The proposal to build the huge open-pit mine has stirred opposition for many years from fishing, environmental and Native organizations, including the regional Bristol Bay Native Corp. Polling conducted by the Bristol Bay Native Corp., has shown consistent statewide opposition to the mine since 2012 and even stronger opposition within the region.
On Wednesday, representatives of the groups that have fought against the mine – and celebrated the EPA’s decision earlier this year — said they were surprised and disappointed by the state’s appeal to the Supreme Court.

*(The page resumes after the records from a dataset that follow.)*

describe('booking from the queue', () => {
  let server: Awaited<ReturnType<typeof startServer>>
  let data: ReturnType<typeof seededDb>
  const cookie: Record<string, string> = {}
  beforeAll(async () => {
    data = seededDb('small')
    server = await startServer(data.path)
    for (const who of ['lead', 'office']) cookie[who] = (await sessionCookieFor(data.db, userIdByEmail(data.db, `${who}@ductkeeper.test`))).cookie
  })
  afterAll(async () => {
    await server?.stop()
    data?.cleanup()
  })

  const q = () => data.db.$client
  const plan = (query: string, who = 'office') => fetch(`${server.url}/api/triage/booking?${query}`, { headers: { Cookie: cookie[who] } })
  const post = (body: unknown, who = 'office') =>
    fetch(`${server.url}/api/triage`, { method: 'POST', headers: { Cookie: cookie[who], Origin: server.url, 'Content-Type': 'application/json' }, body: JSON.stringify(body) })
  const visitCount = () => (q().prepare('select count(*) as n from visits').get() as { n: number }).n

  /**
   * The technician with most of the site's ten latest finished visits, counted here in JS (ties go to
   * the latest), leaving out anyone in `unable`; null when nobody is left.
   */
  function usualByHand(siteId: number, unable: number[] = []) {
    const recent = q()
      .prepare("select v.technician_id as t, v.scheduled_on as d from visits v where v.site_id = ? and v.status = 'done' and v.technician_id is not null order by v.scheduled_on desc, v.id desc limit 10")
      .all(siteId) as Array<{ t: number; d: string }>
    const tally = new Map<number, { n: number; last: string }>()
    for (const r of recent) tally.set(r.t, { n: (tally.get(r.t)?.n ?? 0) + 1, last: [tally.get(r.t)?.last ?? '', r.d].sort()[1] })
    const best = [...tally].filter(([id]) => !unable.includes(id)).sort((a, b) => b[1].n - a[1].n || b[1].last.localeCompare(a[1].last))[0]
    return best ? { id: best[0], visits: best[1].n, of: recent.length } : null
  }

  /** An open-queue detector at a site with finished visits and no open visit of its own. */
  function freeQueued(skip: number[] = []) {
    return q()
      .prepare(
        `select d.id, d.site_id as siteId from detectors d where d.risk_reasons != '' and d.acknowledged_at is null
           and (select count(*) from visits v where v.site_id = d.site_id and v.status = 'done') >= 5
           and not exists (select 1 from visit_detectors vd join visits v on v.id = vd.visit_id where vd.detector_id = d.id and v.status in ('planned','notified','in-progress'))
           and d.site_id not in (${skip.join(',') || 0})
         order by d.risk_score desc, d.id limit 1`,
      )
      .get() as { id: number; siteId: number }
  }

  it('suggests the site’s usual technician and the next working day (Friday → Monday, a holiday stepped over)', async () => {
    const d = freeQueued()
    const res = await plan(`ids=${d.id}`)
    expect(res.status).toBe(200)
    const body = await res.json()
    expect(body.today).toBe(TEST_TODAY)
    expect(body.sites).toHaveLength(1)
    const site = body.sites[0]
    expect(site.siteId).toBe(d.siteId)
    expect(site.detectors.map((x: { id: number }) => x.id)).toEqual([d.id])
    const expected = usualByHand(d.siteId)!
    expect(expected.visits).toBeGreaterThan(0)
    expect(site.usual).toMatchObject(expected)
    expect(site.usual.name).toBe((q().prepare('select name from users where id = ?').get(expected.id) as { name: string }).name)
    // 2026-06-15 is a Monday: the next working day is Tuesday.
    expect(site.suggestedDay).toBe('2026-06-16')
    expect(body.technicians.map((t: { id: number }) => t.id)).toContain(expected.id)

    // Friday 2026-06-26 → Monday 2026-06-29.
    expect(bookingPlan(data.db, [d.id], 'test', '2026-06-26').sites[0].suggestedDay).toBe('2026-06-29')
    // Thursday 2026-06-18: Friday 2026-06-19 is Juneteenth, a public holiday the company works unless it
    // observes it; observed, it and the weekend are stepped over → Monday 2026-06-22.
    expect(bookingPlan(data.db, [d.id], 'test', '2026-06-18').sites[0].suggestedDay).toBe('2026-06-19')
    const region = (q().prepare('select region from sites where id = ?').get(d.siteId) as { region: string }).region
    q().prepare("insert or ignore into observed_holidays (region, name) values (?, 'Juneteenth')").run(region)
    const overHoliday = bookingPlan(data.db, [d.id], 'test', '2026-06-18').sites[0]
    expect(overHoliday.suggestedDay).toBe('2026-06-22')
    expect(overHoliday.skipped).toEqual([{ date: '2026-06-19', holiday: 'Juneteenth' }])
    expect(suggestedDay(loadCompanyCalendar(data.db), 'US-TX', '2026-07-02')).toEqual({ day: '2026-07-06', skipped: [{ date: '2026-07-03', holiday: 'Independence Day (substitute day)' }] })
    // The form is sent the region's holidays ahead, to warn before the server refuses.
    expect(overHoliday.holidays['2026-06-19']).toBe('Juneteenth')
    expect(overHoliday.holidays['2026-06-22']).toBeUndefined()
  })

  it('does not suggest someone who is no longer an active technician', async () => {
    // A site whose recent visits were shared, so that someone else can be suggested in their place.
    const shared = q()
      .prepare(
        `select d.id, d.site_id as siteId from detectors d where (select count(distinct technician_id) from (select technician_id from visits v
           where v.site_id = d.site_id and v.status = 'done' and v.technician_id is not null order by v.scheduled_on desc, v.id desc limit 10)) > 1
         order by d.id limit 1`,
      )
      .get() as { id: number; siteId: number } | undefined
    const d = shared ?? freeQueued()
    const usual = usualByHand(d.siteId)!
    expect(bookingPlan(data.db, [d.id], 'test', TEST_TODAY).sites[0].usual?.id).toBe(usual.id)
    q().prepare('update users set active = 0 where id = ?').run(usual.id)
    try {
      const site = bookingPlan(data.db, [d.id], 'test', TEST_TODAY).sites[0]
      const next = usualByHand(d.siteId, [usual.id])
      expect(site.usual).toEqual(next ? { ...next, name: expect.any(String) } : null)
      expect(site.usual?.id).not.toBe(usual.id)
    } finally {
      q().prepare('update users set active = 1 where id = ?').run(usual.id)
    }
  })

  it('books each site with the day and technician chosen, then shows that open visit before a second booking', async () => {
    const a = freeQueued()
    const b = freeQueued([a.siteId])
    const usual = usualByHand(a.siteId)!
    const other = (q().prepare("select id from users where role = 'technician' and active = 1 and id != ? order by id limit 1").get(usual.id) as { id: number }).id
    const res = await post({
      intent: 'schedule',
      kind: 'test',
      ids: [a.id, b.id],
      sites: [
        { siteId: a.siteId, scheduledOn: '2026-06-16', technicianId: usual.id },
        { siteId: b.siteId, scheduledOn: '2026-06-22', technicianId: other },
      ],
    })
    expect(res.status).toBe(200)
    const answer = await res.json()
    expect(answer.message).toMatch(/^Booked 2 visits from 2026-06-16 to 2026-06-22 for 2 detectors\. Notify each monitoring company/)
    const booked = q()
      .prepare('select v.id, v.site_id as siteId, v.scheduled_on as day, v.technician_id as tech, vd.detector_id as d, vd.tasks from visits v join visit_detectors vd on vd.visit_id = v.id where vd.detector_id in (?, ?) and v.status = ? order by v.scheduled_on')
      .all(a.id, b.id, 'planned') as Array<{ id: number; siteId: number; day: string; tech: number; d: number; tasks: string }>
    expect(booked.map(({ id: _id, ...rest }) => rest)).toEqual([
      { siteId: a.siteId, day: '2026-06-16', tech: usual.id, d: a.id, tasks: 'visual,functional' },
      { siteId: b.siteId, day: '2026-06-22', tech: other, d: b.id, tasks: 'visual,functional' },
    ])
    expect(answer.visits.map((v: { visitId: number }) => v.visitId).sort()).toEqual(booked.map((v) => v.id).sort())

    // Asked again, the plan names the open visit; the same work is marked, other work is not.
    const again = await (await plan(`ids=${a.id}&kind=test`)).json()
    expect(again.sites[0].openVisits).toEqual([
      expect.objectContaining({ visitId: booked[0].id, detectorId: a.id, scheduledOn: '2026-06-16', status: 'planned', sameWork: true, tasks: ['visual', 'functional'] }),
    ])
    const cleaning = await (await plan(`ids=${a.id}&kind=cleaning`)).json()
    expect(cleaning.sites[0].openVisits[0].sameWork).toBe(true) // visual is on both
    // Booked regardless, the same work is refused with the visit named.
    const twice = await post({ intent: 'schedule', ids: [a.id], sites: [{ siteId: a.siteId, scheduledOn: '2026-06-17', technicianId: null }] })
    expect(twice.status).toBe(409)
    const refusal = await twice.json()
    expect(refusal.error).toContain(String(booked[0].id))
    expect(refusal.conflicts).toEqual(expect.arrayContaining([{ detectorId: a.id, visitId: booked[0].id, task: 'visual' }]))
  })

  it('answers a bad technician, day or site with a 400 and a message, and books nothing', async () => {
    const d = freeQueued()
    const before = visitCount()
    const cases: Array<[unknown, RegExp]> = [
      [999_999, /active technician/],
      [userIdByEmail(data.db, 'manager@ductkeeper.test'), /active technician/],
      ['abc', /Choose a technician from the list/],
      [-3, /Choose a technician from the list/],
    ]
    for (const [technicianId, message] of cases) {
      const res = await post({ intent: 'schedule', ids: [d.id], sites: [{ siteId: d.siteId, scheduledOn: '2026-06-16', technicianId }] })
      expect(res.status, String(technicianId)).toBe(400)
      expect(JSON.stringify(await res.json()), String(technicianId)).toMatch(message)
    }
    const saturday = await post({ intent: 'schedule', ids: [d.id], sites: [{ siteId: d.siteId, scheduledOn: '2026-06-20', technicianId: null }] })
    expect(saturday.status).toBe(400)
    expect((await saturday.json()).error).toMatch(/weekend day.*next one is 2026-06-22/)
    const elsewhere = await post({ intent: 'schedule', ids: [d.id], sites: [{ siteId: d.siteId + 1, scheduledOn: '2026-06-16', technicianId: null }] })
    expect(elsewhere.status).toBe(400)
    expect((await elsewhere.json()).siteIds).toEqual([d.siteId + 1])
    expect((await post({ intent: 'schedule', ids: [d.id] })).status).toBe(400)
    expect(visitCount()).toBe(before)

    expect((await plan('ids=abc')).status).toBe(400)
    expect((await plan('ids=')).status).toBe(400)
    expect((await plan('ids=999999')).status).toBe(404)
    expect((await plan(`ids=${d.id}&kind=party`)).status).toBe(400)
  })
})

“Today’s legal filing from the Governor is a slap in the face to Bristol Bay. Contrary to his false narrative, it was our Tribes, Alaska’s First People, who requested this action because politicians like Governor Dunleavy slammed the door in our face and put the interests of a Canadian Mining company above our rural villages and our world class salmon fishery,” Alannah Hurley, executive director of the United Tribes of Bristol Bay, said in a statement.
Hurley said the EPA action “is grounded in sound science” and predicted that the Dunleavy administration’s attempt will fail. “The Governor is once again ignoring the will of Alaskans and legal process by filing an action directly in the Supreme Court. Nevertheless, our Tribes will continue to defend EPA’s Clean Water Act protections for our region. We will use every tool at our disposal to protect our waters, our salmon, and our people,” she said.
“The Governor is ignoring Alaskans and science with this lawsuit. And even more appalling, he is using public funds to prop up out-of-state mining executives at the expense of Alaska’s salmon and all the people who rely on them. It’s anti-Alaskan,” she said.
Carole Holley, Alaska regional managing attorney for Earthjustice, said that the effort “goes against the wishes of most Alaskans.” She added: “It’s a highly unusual legal move, and also a highly unpopular one.”
But Northern Dynasty Minerals Ltd., the Vancouver-based company that owns the Pebble Limited Partnership, applauded the administration’s move and pledged to assist in the legal effort.
“The Bill of Complaint filed by Alaska is a welcome development in the long Pebble saga,” Ron Thiessen, the company’s president and chief executive officer, said in a statement. “Northern Dynasty strongly, and I mean very strongly, supports all of the arguments set forth by the State and we congratulate the State for bringing these claims directly to the U.S. Supreme Court. Northern Dynasty intends to prepare and file with the Supreme Court appropriate briefs to support the State’s case.”
The state action comes as the Bristol Bay commercial salmon season is nearing completion. As of Wednesday, 38.6 million salmon, almost all which is sockeye, had been harvested by commercial fishers this summer, according to preliminary figures from the Alaska Department of Fish and Game.
This year’s harvest so far is well short of the more than 60 million salmon harvested last year from a record Bristol Bay sockeye run of 79 million fish, but it is above the recent 20-year average, according to Department of Fish and Game data. Bristol Bay sockeye runs have been particularly strong in recent years, according to the department.
The Supreme Court will not be in session until October.